** PROVIDED ENTRIES follows **

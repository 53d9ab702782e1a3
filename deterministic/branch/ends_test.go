package branch

import (
	"math"
	"strings"
	"testing"

	"holdfast/model"
)

// windowOf gives the window of the named state.
func windowOf(t *testing.T, d *Diagram, state string) Window {
	t.Helper()
	for _, w := range d.Windows {
		if w.State == state {
			return w
		}
	}
	t.Fatalf("no window of state %s among %d", state, len(d.Windows))
	return Window{}
}

func checkEnd(t *testing.T, what string, e End, kind Kind, knob float64) {
	t.Helper()
	if e.Mark.Kind != kind {
		t.Errorf("%s is a %v, want %v", what, e.Mark.Kind, kind)
	}
	near(t, what, e.Knob, knob, located)
}

// isola is x' = x (r² − (x−2)² − (p−2)²): besides x = 0 its states are a circle in x
// and p, with folds at p = 2 ± r where x = 2 (algebra).
func isola(t testing.TB, r, p float64) *model.Network {
	s := newSketch(30)
	x := s.species("x", 1)
	k := s.constant("p", p)
	times := func(a, b *model.Node) *model.Node { return model.Call(model.OpMul, a, b) }
	up := plus(plus(num(r*r), times(num(4), x)), times(num(4), k))
	down := plus(plus(raise(x, num(2)), raise(k, num(2))), num(8))
	s.law("make", times(x, up), nil, turn{x})
	s.law("lose", times(x, down), turn{x}, nil)
	return s.network(t)
}

func TestIsola(t *testing.T) {
	for _, p := range []float64{2.1, 0.5} { // today on the isola, and beside it
		d := follow(t, isola(t, 1, p), "p", 0.1, 5)
		closed := 0
		for i, b := range d.Branches {
			if !b.Closed() {
				continue
			}
			closed++
			for _, q := range b.Points {
				near(t, "radius", math.Hypot(q.Amounts[0]-2, q.Knob-2), 1, 1e-9)
			}
			if len(b.Points) < 20 {
				t.Errorf("branch %d: %d points make no circle", i, len(b.Points))
			}
		}
		folds := d.Folds()
		if closed != 1 || len(folds) != 2 || len(d.Branches) != 2 {
			t.Fatalf("%d closed of %d branches, %d folds; want 1 of 2 and 2", closed, len(d.Branches), len(folds))
		}
		near(t, "first fold", folds[0].Knob, 1, located)
		near(t, "second fold", folds[1].Knob, 3, located)
		if folds[0].Opens != 1 || folds[1].Opens != -1 {
			t.Errorf("folds open to %d and %d, want 1 and −1", folds[0].Opens, folds[1].Opens)
		}
		if p == 2.1 {
			w := windowOf(t, d, "high")
			checkEnd(t, "low end", w.Low, Fold, 1)
			checkEnd(t, "high end", w.High, Fold, 3)
			near(t, "distance to the low end", w.Low.Distance, 100*1.1/2.1, 1e-9)
			near(t, "distance to the high end", w.High.Distance, 100*0.9/2.1, 1e-9)
		}
	}
}

// cornered is x' = p + 1.5 min(max(x−1, 0), 2) − x − 1/2: straight pieces x = p − 1/2
// to x = 1, x = 4 − 2p from there to x = 3, x = p + 5/2 beyond; the branch turns
// sharply at p = 3/2 and p = 1/2, and reaches 0 at p = 1/2 (algebra).
func cornered(t testing.TB, p float64) *model.Network {
	s := newSketch(30)
	x := s.species("x", 1)
	k := s.constant("p", p)
	ramp := model.Call(model.OpMin, model.Call(model.OpMax, model.Call(model.OpSub, x, num(1)), num(0)), num(2))
	s.law("make", plus(k, model.Call(model.OpMul, num(1.5), ramp)), nil, turn{x})
	s.law("lose", plus(x, num(0.5)), turn{x}, nil)
	return s.network(t)
}

func TestKinks(t *testing.T) {
	d := follow(t, cornered(t, 1), "p", 0.2, 3)
	kinks := d.Marks(Kink)
	if len(kinks) != 2 || len(d.Folds()) != 0 {
		t.Fatalf("%d kinks and %d folds, want 2 and none: %v", len(kinks), len(d.Folds()), kinks)
	}
	for i, want := range [][2]float64{{0.5, 3}, {1.5, 1}} {
		near(t, "kink", kinks[i].Knob, want[0], located)
		near(t, "x at the kink", kinks[i].Amounts[0], want[1], located)
		if !kinks[i].Turns || !strings.Contains(kinks[i].Text, `law of reaction "make" has no derivative`) {
			t.Errorf("kink %d: turns %t, says %q", i, kinks[i].Turns, kinks[i].Text)
		}
	}
	low, high := windowOf(t, d, "low"), windowOf(t, d, "high")
	checkEnd(t, "low state's low end", low.Low, Emptied, 0.5)
	checkEnd(t, "low state's high end", low.High, Kink, 1.5)
	checkEnd(t, "high state's low end", high.Low, Kink, 0.5)
	checkEnd(t, "high state's high end", high.High, RangeEnd, 3)
	if low.Low.Mark.Species != "x" {
		t.Errorf("%q reaches 0, want x", low.Low.Mark.Species)
	}
	said := strings.Join(d.Warnings, "\n")
	if !strings.Contains(said, "no derivative") {
		t.Errorf("no warning of the kinks: %q", said)
	}
}

// A kink that the branch goes straight on through ends nothing: x' = min(p, 2) − x.
func TestKinkPassed(t *testing.T) {
	s := newSketch(30)
	x := s.species("x", 1)
	s.law("make", model.Call(model.OpMin, s.constant("p", 1), num(2)), nil, turn{x})
	s.massAction(num(1), turn{x}, nil, nil)
	d := follow(t, s.network(t), "p", 0.5, 5)
	m := one(t, d, Kink)
	near(t, "kink", m.Knob, 2, located)
	if m.Turns {
		t.Error("the branch turns at the kink")
	}
	w := windowOf(t, d, "only")
	checkEnd(t, "low end", w.Low, RangeEnd, 0.5)
	checkEnd(t, "high end", w.High, RangeEnd, 5)
}

// x' = 1 + p x − x rests at x = 1/(1−p), which leaves every box as p comes to 1.
func TestBranchLeavesTheBox(t *testing.T) {
	s := newSketch(30)
	x := s.species("x", 1)
	s.massAction(num(1), nil, nil, turn{x})
	s.massAction(s.constant("p", 0.3), nil, turn{x}, turn{x})
	s.massAction(num(1), turn{x}, nil, nil)
	n := s.network(t)
	k, err := NewKnob(n, "p", 0.1, 1.5)
	if err != nil {
		t.Fatal(err)
	}
	d, err := Follow(t.Context(), n, k, Options{High: []float64{20}})
	if err != nil {
		t.Fatal(err)
	}
	w := windowOf(t, d, "only")
	checkEnd(t, "high end", w.High, BoxEdge, 0.95)
	near(t, "x at the edge", w.High.Mark.Amounts[0], 20, located)
	if said := strings.Join(d.Warnings, "\n"); !strings.Contains(said, "leaves the box at p = 0.95, where x reaches 20") {
		t.Errorf("no warning that the branch leaves the box: %q", said)
	}
	if d = follow(t, n, "p", 0.1, 1.5); windowOf(t, d, "only").High.Mark.Kind != BoxEdge {
		t.Errorf("in the box of the samples the branch ends at %v", windowOf(t, d, "only").High.Mark.Kind)
	}
}

// a ⇌ b with the total turned: a = total·off/(on+off), with a copies' unit of 50.
func TestTotalTurned(t *testing.T) {
	s := newSketch(50)
	a, b := s.species("a", 2), s.species("b", 0)
	s.massAction(s.constant("on", 3), turn{a}, nil, turn{b})
	s.massAction(s.constant("off", 1), turn{b}, nil, turn{a})
	d := follow(t, s.network(t), "total", 10, 1000)
	if d.Today != 100 || len(d.Branches) != 1 {
		t.Fatalf("today %v, %d branches; want 100 molecules, 1 branch", d.Today, len(d.Branches))
	}
	for _, p := range d.Branches[0].Points {
		near(t, "a", p.Amounts[0], p.Knob/50/4, 1e-12)
		near(t, "b", p.Amounts[1], 3*p.Knob/50/4, 1e-12)
		if !p.Stable || len(p.Eigenvalues) != 1 {
			t.Errorf("stable %t with eigenvalues %v at %v", p.Stable, p.Eigenvalues, p.Knob)
		}
		near(t, "slow rate", p.SlowRate, 4, 1e-12)
		// A fixed number of molecules, each in one of two forms: binomial.
		near(t, "variance of a", p.Covariance[0], p.Knob*0.25*0.75, 1e-9)
	}
}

** End of PROVIDED ENTRIES **

#### [EXERCISE DETAILS]
Look through the data and show every line containing "Points".

#### [EXERCISE RESULT]
			for _, q := range b.Points {
			if len(b.Points) < 20 {
				t.Errorf("branch %d: %d points make no circle", i, len(b.Points))
	for _, p := range d.Branches[0].Points {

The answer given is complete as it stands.